This pastry is delicious but burns easily. Use it only for pies and tarts that require little or no baking after being filled, such as Lemon Meringue Pie and fresh fruit tarts. While it is possible to make this dough with butter only, a small amount of shortening makes it flakier without interfering with the buttery taste. Before beginning, please read About Flaky Pastry and Making Flaky Pastry Dough, or making dough in a food processor. If you need only a single pie or tart crust, decrease all ingredients by half or freeze half the dough for another pie.
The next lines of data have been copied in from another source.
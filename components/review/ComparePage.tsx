'use client';

import { useQuery } from '@tanstack/react-query';
import { useRouter } from 'next/navigation';
import { useCallback, useMemo, useState } from 'react';
import { requestJson } from '@/components/api/request-json';
import { ChangeTime } from '@/components/circuits/ChangeTime';
import { circuitKey } from '@/components/editor/CircuitEditorPage';
import type { RunFrame } from '@/components/editor/run/run-frame';
import { FormAlert } from '@/components/forms/FormAlert';
import { TabList } from '@/components/ui/TabList';
import { TextLink } from '@/components/ui/TextLink';
import type { CircuitDetail } from '@/lib/circuits/get-circuit';
import { ApprovalNote } from './ApprovalNote';
import { ChangeLegend } from './ChangeLegend';
import { ChangeTable } from './ChangeTable';
import { CommentsPanel } from './CommentsPanel';
import { marksOf, removedOf } from './diff-marks';
import { fetchCircuitReviews, fetchComments, fetchComparison, reviewKeys, type CommentAnchor } from './review-api';
import { ReviewPanel } from './ReviewPanel';
import { RevisionDrawing } from './RevisionDrawing';
import { SavedRuns } from './SavedRuns';

type Tab = 'changes' | 'review' | 'comments' | 'runs';
const TABS: ReadonlyArray<{ tab: Tab; label: string }> = [
  { tab: 'changes', label: 'Changes' },
  { tab: 'review', label: 'Review' },
  { tab: 'comments', label: 'Comments' },
  { tab: 'runs', label: 'Saved runs' },
];

/**
 * One revision against an earlier one: the later drawing with what changed marked on it and
 * listed, the review of the later revision, the comment threads pinned to its parts, and its
 * saved runs. Without `from`, the comparison starts at the last approved revision before `to`
 * (what the reviewer has not yet seen), or the one just before it.
 */
export function ComparePage({
  circuitId,
  from: fromParam,
  to: toParam,
  reviewId,
  commentId,
}: {
  circuitId: string;
  from?: number;
  to?: number;
  reviewId?: string;
  /** A thread to open the comments on (a mention's e-mail links here). */
  commentId?: string;
}) {
  const router = useRouter();
  const circuit = useQuery({ queryKey: circuitKey(circuitId), queryFn: ({ signal }) => requestJson<CircuitDetail>(`/api/circuits/${circuitId}`, signal) });
  const reviews = useQuery({ queryKey: reviewKeys.circuitReviews(circuitId), queryFn: ({ signal }) => fetchCircuitReviews(circuitId, signal) });
  const latest = circuit.data?.revision?.number;
  const to = toParam ?? latest;
  const from = useMemo(() => {
    if (fromParam !== undefined) return fromParam;
    if (to === undefined || !reviews.data) return undefined;
    const approved = reviews.data.items.filter((r) => r.state === 'approved' && r.revisionNumber < to).map((r) => r.revisionNumber);
    return approved.length ? Math.max(...approved) : Math.max(1, to - 1);
  }, [fromParam, reviews.data, to]);
  const comparison = useQuery({
    queryKey: reviewKeys.compare(circuitId, from ?? 0, to ?? 0),
    queryFn: ({ signal }) => fetchComparison(circuitId, from!, to!, signal),
    enabled: from !== undefined && to !== undefined,
  });
  const comments = useQuery({ queryKey: reviewKeys.comments(circuitId), queryFn: ({ signal }) => fetchComments(circuitId, signal) });
  const [tab, setTab] = useState<Tab>(commentId ? 'comments' : reviewId ? 'review' : 'changes');
  const [anchor, setAnchor] = useState<CommentAnchor>({ kind: 'circuit' });
  const [frame, setFrame] = useState<RunFrame | null>(null);
  const [runFocus, setRunFocus] = useState<{ runId: string; timeS: number } | undefined>(undefined);

  // The server reads both drawings through the schema before it compares them.
  const documents = useMemo(() => (comparison.data ? { before: comparison.data.from.document, after: comparison.data.to.document } : null), [comparison.data]);
  const same = from === to;
  const marks = useMemo(() => (comparison.data && !same ? marksOf(comparison.data.diff) : undefined), [comparison.data, same]);
  const removed = useMemo(() => (comparison.data && documents && !same ? removedOf(documents.before, comparison.data.diff) : undefined), [comparison.data, documents, same]);
  const threadCounts = useMemo(() => {
    const counts = new Map<string, number>();
    for (const t of comments.data?.threads ?? []) {
      if (t.resolvedAt) continue;
      const id = t.anchor.kind === 'component' ? t.anchor.componentId : t.anchor.kind === 'tube' ? t.anchor.tubeId : null;
      if (id) counts.set(id, (counts.get(id) ?? 0) + 1);
    }
    return counts;
  }, [comments.data]);

  const pick = useCallback((picked: CommentAnchor) => {
    setAnchor(picked);
    setTab('comments');
  }, []);
  const show = useCallback((shown: CommentAnchor) => {
    if (shown.kind === 'run') {
      setRunFocus({ runId: shown.runId, timeS: shown.timeS });
      setTab('runs');
    } else setAnchor(shown);
  }, []);
  const pinMoment = useCallback((moment: CommentAnchor) => {
    setAnchor(moment);
    setTab('comments');
  }, []);

  const goTo = (next: { from?: number; to?: number }) => {
    const params = new URLSearchParams({ from: String(next.from ?? from), to: String(next.to ?? to) });
    if (reviewId) params.set('review', reviewId);
    router.push(`/circuits/${circuitId}/compare?${params}`);
  };

  if (circuit.isError) return <FormAlert tone="error">{circuit.error.message}</FormAlert>;
  if (comparison.isError) return <FormAlert tone="error">{comparison.error.message}</FormAlert>;
  const numbers = latest ? Array.from({ length: latest }, (_, i) => latest - i) : [];

  return (
    <div className="flex flex-col gap-3 lg:h-[calc(100dvh-9rem)]" data-testid="compare-page">
      <header className="flex flex-wrap items-end justify-between gap-3">
        <div className="min-w-0">
          <p className="text-sm text-ink-soft">
            <TextLink href={`/circuits/${circuitId}`}>{circuit.data?.title ?? 'Circuit'}</TextLink> · <TextLink href={`/circuits/${circuitId}/history`}>Revisions</TextLink> · <TextLink href={`/circuits/${circuitId}/proofs`}>Rules and proofs</TextLink>
          </p>
          <h1 className="text-xl" data-testid="compare-heading">
            {same ? `Revision ${to}` : `Revision ${to}, against ${from}`}
          </h1>
          <ApprovalNote circuitId={circuitId} />
        </div>
        <div className="flex flex-wrap items-center gap-2 text-sm">
          <RevisionSelect label="Earlier" value={from} numbers={numbers} onPick={(n) => goTo({ from: n })} testId="compare-from" />
          <RevisionSelect label="Later" value={to} numbers={numbers} onPick={(n) => goTo({ to: n })} testId="compare-to" />
        </div>
      </header>
      {comparison.data ? (
        <p className="text-xs text-ink-soft">
          Revision {comparison.data.to.number}: “{comparison.data.to.message}” by {comparison.data.to.author.name}, <ChangeTime iso={comparison.data.to.createdAt} />
        </p>
      ) : null}
      <div className="flex min-h-0 flex-1 flex-col gap-3 lg:flex-row">
        {/* A set height on narrow screens: the drawing fills its box, and a box without a height has none to fill. */}
        <div className="flex h-[26rem] min-w-0 flex-col overflow-hidden rounded-lg border border-rule bg-paper-raised lg:h-auto lg:flex-1">
          <div className="min-h-0 flex-1">
            {documents ? (
              <RevisionDrawing document={documents.after} removed={removed} marks={marks} comments={threadCounts} picked={anchor} onPick={pick} frame={frame} />
            ) : (
              <div className="h-full animate-pulse bg-paper-sunk" aria-busy="true" aria-label="Loading the drawing" />
            )}
          </div>
          {!same ? <ChangeLegend /> : null}
        </div>
        <aside className="flex w-full shrink-0 flex-col overflow-hidden rounded-lg border border-rule bg-paper-raised lg:w-[26rem]" aria-label="Changes, review and comments">
          <TabList
            tabs={TABS.map((t) => ({
              id: t.tab,
              label:
                t.tab === 'comments' && comments.data ? (
                  <>
                    {t.label} <span className="text-xs text-ink-soft">({comments.data.threads.filter((x) => !x.resolvedAt).length})</span>
                  </>
                ) : (
                  t.label
                ),
            }))}
            current={tab}
            onPick={setTab}
            label="Panels"
            testIdPrefix="compare-tab"
            className="shrink-0 px-2"
          />
          <div className="min-h-0 flex-1 overflow-y-auto p-3" role="tabpanel">
            {tab === 'changes' ? (
              comparison.data && documents ? (
                same ? <p className="text-sm text-ink-soft">Pick an earlier revision to see what changed.</p> : <ChangeTable diff={comparison.data.diff} />
              ) : (
                <p className="text-sm text-ink-soft">Working out the changes…</p>
              )
            ) : null}
            {tab === 'review' && to !== undefined ? <ReviewPanel circuitId={circuitId} revisionNumber={to} newest={to === latest} focusReviewId={reviewId} /> : null}
            {tab === 'comments' && documents && to !== undefined ? (
              <CommentsPanel focusId={commentId} circuitId={circuitId} revisionNumber={to} document={documents.after} anchor={anchor} onClearAnchor={() => setAnchor({ kind: 'circuit' })} onShow={show} />
            ) : null}
            {/* Kept mounted while another panel shows, so a replay stays on the drawing. */}
            {documents && to !== undefined ? (
              <div hidden={tab !== 'runs'}>
                <SavedRuns key={runFocus ? `${runFocus.runId}@${runFocus.timeS}` : 'browse'} circuitId={circuitId} revisionNumber={to} document={documents.after} onFrame={setFrame} onPinMoment={pinMoment} focus={runFocus} />
              </div>
            ) : null}
          </div>
        </aside>
      </div>
    </div>
  );
}

function RevisionSelect({ label, value, numbers, onPick, testId }: { label: string; value: number | undefined; numbers: number[]; onPick: (n: number) => void; testId: string }) {
  return (
    <label className="flex items-center gap-1 text-ink-soft">
      {label}
      <select value={value ?? ''} onChange={(e) => onPick(Number(e.target.value))} className="h-8 rounded-md border border-rule bg-paper-raised px-1 text-ink" data-testid={testId}>
        {numbers.map((n) => (
          <option key={n} value={n}>
            {n}
          </option>
        ))}
      </select>
    </label>
  );
}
Using a rubber spatula, thoroughly mix in a large bowl:
2 1/2 cups all-purpose flour
3/4 cup powdered sugar
1 teaspoon salt
Working quickly to prevent softening, cut into 1/4-inch pieces:
1/2 pound cold unsalted butter
Add the butter to the dry ingredients. Using a pastry blender or two knives, chop the butter into pea-sized pieces. Add:
1/4 cup solid vegetable shortening
With a few quick swipes of the pastry blender, cut the shortening into large chunks and distribute throughout the bowl. Continue to chop with the pastry blender until the mixture resembles coarse crumbs with some pea-sized pieces. Do not let the mixture soften and begin to clump; it must remain dry and powdery. Drizzle over the flour and fat mixture:
1/3 cup plus 1 tablespoon ice water
Cut with the blade side of the rubber spatula until the mixture looks evenly moistened and begins to form small balls. Press down on the dough with the flat side of the spatula. If the balls of dough stick together, you have added enough water; if they do not, drizzle over the top:
1 to 2 tablespoons ice water
Cut in the water, then press with your hands until the dough coheres. The dough should look rough, not smooth. Divide the dough in half, press each half into a round flat disk, and wrap tightly in plastic. Refrigerate for at least 30 minutes, preferably for several hours, or for up to 2 days before rolling. The dough can also be wrapped airtight and frozen for up to 6 months; thaw completely before rolling.